INPUT DATA:
#####

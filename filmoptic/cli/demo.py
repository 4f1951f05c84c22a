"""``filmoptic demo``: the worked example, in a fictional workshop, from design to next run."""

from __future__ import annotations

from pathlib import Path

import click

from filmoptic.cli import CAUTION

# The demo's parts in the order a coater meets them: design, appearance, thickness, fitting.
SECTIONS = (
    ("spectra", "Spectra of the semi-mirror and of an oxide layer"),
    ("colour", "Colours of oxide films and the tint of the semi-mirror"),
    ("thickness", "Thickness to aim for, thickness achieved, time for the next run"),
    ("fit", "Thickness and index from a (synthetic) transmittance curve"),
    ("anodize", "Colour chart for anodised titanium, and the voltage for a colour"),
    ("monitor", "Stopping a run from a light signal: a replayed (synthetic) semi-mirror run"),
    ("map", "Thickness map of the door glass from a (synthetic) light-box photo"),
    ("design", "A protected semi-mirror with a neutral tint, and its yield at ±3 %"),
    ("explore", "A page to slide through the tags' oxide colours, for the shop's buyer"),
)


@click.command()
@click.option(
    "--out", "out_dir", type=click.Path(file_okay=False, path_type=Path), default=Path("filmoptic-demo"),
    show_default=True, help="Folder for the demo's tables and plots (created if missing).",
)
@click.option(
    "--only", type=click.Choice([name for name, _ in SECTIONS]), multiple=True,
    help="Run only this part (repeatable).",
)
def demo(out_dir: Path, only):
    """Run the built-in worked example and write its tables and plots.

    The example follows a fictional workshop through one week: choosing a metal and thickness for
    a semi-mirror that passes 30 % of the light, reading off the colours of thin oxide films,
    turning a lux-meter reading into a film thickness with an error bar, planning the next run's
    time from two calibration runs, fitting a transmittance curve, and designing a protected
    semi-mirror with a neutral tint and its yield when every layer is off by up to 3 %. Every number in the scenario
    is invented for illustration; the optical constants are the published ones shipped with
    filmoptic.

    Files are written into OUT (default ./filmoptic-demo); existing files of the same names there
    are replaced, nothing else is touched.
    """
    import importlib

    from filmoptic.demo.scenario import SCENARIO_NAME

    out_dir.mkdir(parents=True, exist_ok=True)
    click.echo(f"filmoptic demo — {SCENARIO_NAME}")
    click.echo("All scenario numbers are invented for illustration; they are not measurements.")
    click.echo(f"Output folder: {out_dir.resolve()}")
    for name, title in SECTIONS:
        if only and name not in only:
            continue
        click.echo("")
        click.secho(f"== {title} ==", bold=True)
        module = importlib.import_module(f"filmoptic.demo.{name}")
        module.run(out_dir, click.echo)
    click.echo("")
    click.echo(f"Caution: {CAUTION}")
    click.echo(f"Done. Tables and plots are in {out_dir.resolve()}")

#####

TASK ITEM: From the line with "turning a lux-meter" through the last line of the records, set down every line exactly as written and leave out all others.

RESPONSE TO THIS TASK:
    turning a lux-meter reading into a film thickness with an error bar, planning the next run's
    time from two calibration runs, fitting a transmittance curve, and designing a protected
    semi-mirror with a neutral tint and its yield when every layer is off by up to 3 %. Every number in the scenario
    is invented for illustration; the optical constants are the published ones shipped with
    filmoptic.

    Files are written into OUT (default ./filmoptic-demo); existing files of the same names there
    are replaced, nothing else is touched.
    """
    import importlib

    from filmoptic.demo.scenario import SCENARIO_NAME

    out_dir.mkdir(parents=True, exist_ok=True)
    click.echo(f"filmoptic demo — {SCENARIO_NAME}")
    click.echo("All scenario numbers are invented for illustration; they are not measurements.")
    click.echo(f"Output folder: {out_dir.resolve()}")
    for name, title in SECTIONS:
        if only and name not in only:
            continue
        click.echo("")
        click.secho(f"== {title} ==", bold=True)
        module = importlib.import_module(f"filmoptic.demo.{name}")
        module.run(out_dir, click.echo)
    click.echo("")
    click.echo(f"Caution: {CAUTION}")
    click.echo(f"Done. Tables and plots are in {out_dir.resolve()}")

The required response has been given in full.